▶ _TRY IT_
Could you set down every entry exactly as it appears?

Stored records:
▬▬▬▬▬▬▬▬▬▬

/**
 * Re-referencing changes the spectra as the physics says. The check: recordings against a
 * vertex-near reference FCz, with a 6-Hz rhythm from a source at Fz (σ = 30°), 22.5° from the
 * reference. As recorded, Fz − FCz cancels most of that rhythm (gain 1 − e^{−(22.5/30)²/2} ≈ 0.25);
 * against linked mastoids (Fz − (M1 + M2)/2, far from the source) it comes back with gain ≈ 1,
 * so its power rises about 13-fold. Outside reference: scipy.signal.welch (scipy 1.17) of both
 * derivations, against the analytic densities of the planted model (truth.ts). Size: 10 min of
 * N2 at 256 Hz.
 */
import { describe, expect, it } from 'vitest';
import { expectedDensity, planNight } from '../../src/core/simulate/index.ts';
import { runPython } from '../helpers/python.ts';
import { baseScenario, fixedStages, generateNight } from './scenarios.ts';

describe('reference', () => {
  const scenario = baseScenario({
    ...fixedStages('N2', 20),
    reference: { label: 'REF', site: 'FCz' },
    rhythms: [{ name: 'theta', kind: 'narrowband', site: 'Fz', widthDeg: 30, centerHz: 6, bandwidthHz: 0.5, rmsUv: { N2: 10 } }],
  });
  const plan = planNight(scenario, 0);
  const night = generateNight(scenario);
  const ch = (name: string): Float64Array => night.data[night.channels.indexOf(name)];
  const linked = ch('Fz').map((v, i) => v - 0.5 * (ch('M1')[i] + ch('M2')[i]));
  const freqs = [6, 25];
  const welchAt = runPython<{ recorded: number[]; linked: number[] }>(
    `from scipy.signal import welch
out = {}
for name in ['recorded', 'linked']:
    f, p = welch(numpy.fromfile(inputs[name]), fs=256, nperseg=1024)
    out[name] = [float(p[numpy.argmin(numpy.abs(f - q))]) for q in ${JSON.stringify(freqs)}]
print(json.dumps(out))`,
    { recorded: ch('Fz'), linked },
  );
  const alphaRecorded = plan.channels.map((c) => (c === 'Fz' ? 1 : 0));
  const alphaLinked = plan.channels.map((c) => (c === 'Fz' ? 1 : c === 'M1' || c === 'M2' ? -0.5 : 0));
  const expRecorded = expectedDensity(plan, 'N2', alphaRecorded, freqs);
  const expLinked = expectedDensity(plan, 'N2', alphaLinked, freqs);

  it('the rhythm near the reference is weak as recorded and strong against linked mastoids (×5 at least)', () => {
    expect(welchAt.linked[0] / welchAt.recorded[0]).toBeGreaterThan(5);
    expect(expLinked[0] / expRecorded[0]).toBeGreaterThan(5);
  });

  it.each([0, 1])('scipy Welch of both derivations matches the analytic density at %s (6 Hz rhythm, 25 Hz background) within 25 %', (i) => {
    // one Welch bin from 299 half-overlapping segments: relative SD about 8 %
    expect(Math.abs(welchAt.recorded[i] / expRecorded[i] - 1)).toBeLessThan(0.25);
    expect(Math.abs(welchAt.linked[i] / expLinked[i] - 1)).toBeLessThan(0.25);
  });
});
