/** The DuckDB store (Node only): open/create, the single writer, the bundle it takes (reads for analyses: the named queries of src/queries over src/analysis/store-client.ts). */
export { openStore, readHeaderStorageNumber, STORAGE_COMPATIBILITY, MAX_READABLE_STORAGE_NUMBER, type OpenOptions } from './database.ts';
export { Store, type BeginRunOptions, type CohortQualityRow, type IngestErrorIn, type ParticipantValue } from './writer.ts';
export type * from './bundle.ts';
export { DatabaseBusyError, DiskFullError, StoreError } from './errors.ts';
export { canonicalJson, recordingIdFor, runIdentity } from './identity.ts';
export { TABLES, TABLE_NAMES, type TableDef, type ColumnDef } from './schema.ts';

▬▬▬▬▬▬▬▬▬▬

▶ _ANSWER AREA_
/**
 * Re-referencing changes the spectra as the physics says. The check: recordings against a
 * vertex-near reference FCz, with a 6-Hz rhythm from a source at Fz (σ = 30°), 22.5° from the
 * reference. As recorded, Fz − FCz cancels most of that rhythm (gain 1 − e^{−(22.5/30)²/2} ≈ 0.25);
 * against linked mastoids (Fz − (M1 + M2)/2, far from the source) it comes back with gain ≈ 1,
 * so its power rises about 13-fold. Outside reference: scipy.signal.welch (scipy 1.17) of both
 * derivations, against the analytic densities of the planted model (truth.ts). Size: 10 min of
 * N2 at 256 Hz.
 */
import { describe, expect, it } from 'vitest';
import { expectedDensity, planNight } from '../../src/core/simulate/index.ts';
import { runPython } from '../helpers/python.ts';
import { baseScenario, fixedStages, generateNight } from './scenarios.ts';

describe('reference', () => {
  const scenario = baseScenario({
    ...fixedStages('N2', 20),
    reference: { label: 'REF', site: 'FCz' },
    rhythms: [{ name: 'theta', kind: 'narrowband', site: 'Fz', widthDeg: 30, centerHz: 6, bandwidthHz: 0.5, rmsUv: { N2: 10 } }],
  });
  const plan = planNight(scenario, 0);
  const night = generateNight(scenario);
  const ch = (name: string): Float64Array => night.data[night.channels.indexOf(name)];
  const linked = ch('Fz').map((v, i) => v - 0.5 * (ch('M1')[i] + ch('M2')[i]));
  const freqs = [6, 25];
  const welchAt = runPython<{ recorded: number[]; linked: number[] }>(
    `from scipy.signal import welch
out = {}
for name in ['recorded', 'linked']:
    f, p = welch(numpy.fromfile(inputs[name]), fs=256, nperseg=1024)
    out[name] = [float(p[numpy.argmin(numpy.abs(f - q))]) for q in ${JSON.stringify(freqs)}]
print(json.dumps(out))`,
    { recorded: ch('Fz'), linked },
  );
  const alphaRecorded = plan.channels.map((c) => (c === 'Fz' ? 1 : 0));
  const alphaLinked = plan.channels.map((c) => (c === 'Fz' ? 1 : c === 'M1' || c === 'M2' ? -0.5 : 0));
  const expRecorded = expectedDensity(plan, 'N2', alphaRecorded, freqs);
  const expLinked = expectedDensity(plan, 'N2', alphaLinked, freqs);

  it('the rhythm near the reference is weak as recorded and strong against linked mastoids (×5 at least)', () => {
    expect(welchAt.linked[0] / welchAt.recorded[0]).toBeGreaterThan(5);
    expect(expLinked[0] / expRecorded[0]).toBeGreaterThan(5);
  });

  it.each([0, 1])('scipy Welch of both derivations matches the analytic density at %s (6 Hz rhythm, 25 Hz background) within 25 %', (i) => {
    // one Welch bin from 299 half-overlapping segments: relative SD about 8 %
    expect(Math.abs(welchAt.recorded[i] / expRecorded[i] - 1)).toBeLessThan(0.25);
    expect(Math.abs(welchAt.linked[i] / expLinked[i] - 1)).toBeLessThan(0.25);
  });
});
/** The DuckDB store (Node only): open/create, the single writer, the bundle it takes (reads for analyses: the named queries of src/queries over src/analysis/store-client.ts). */
export { openStore, readHeaderStorageNumber, STORAGE_COMPATIBILITY, MAX_READABLE_STORAGE_NUMBER, type OpenOptions } from './database.ts';
export { Store, type BeginRunOptions, type CohortQualityRow, type IngestErrorIn, type ParticipantValue } from './writer.ts';
export type * from './bundle.ts';
export { DatabaseBusyError, DiskFullError, StoreError } from './errors.ts';
export { canonicalJson, recordingIdFor, runIdentity } from './identity.ts';
export { TABLES, TABLE_NAMES, type TableDef, type ColumnDef } from './schema.ts';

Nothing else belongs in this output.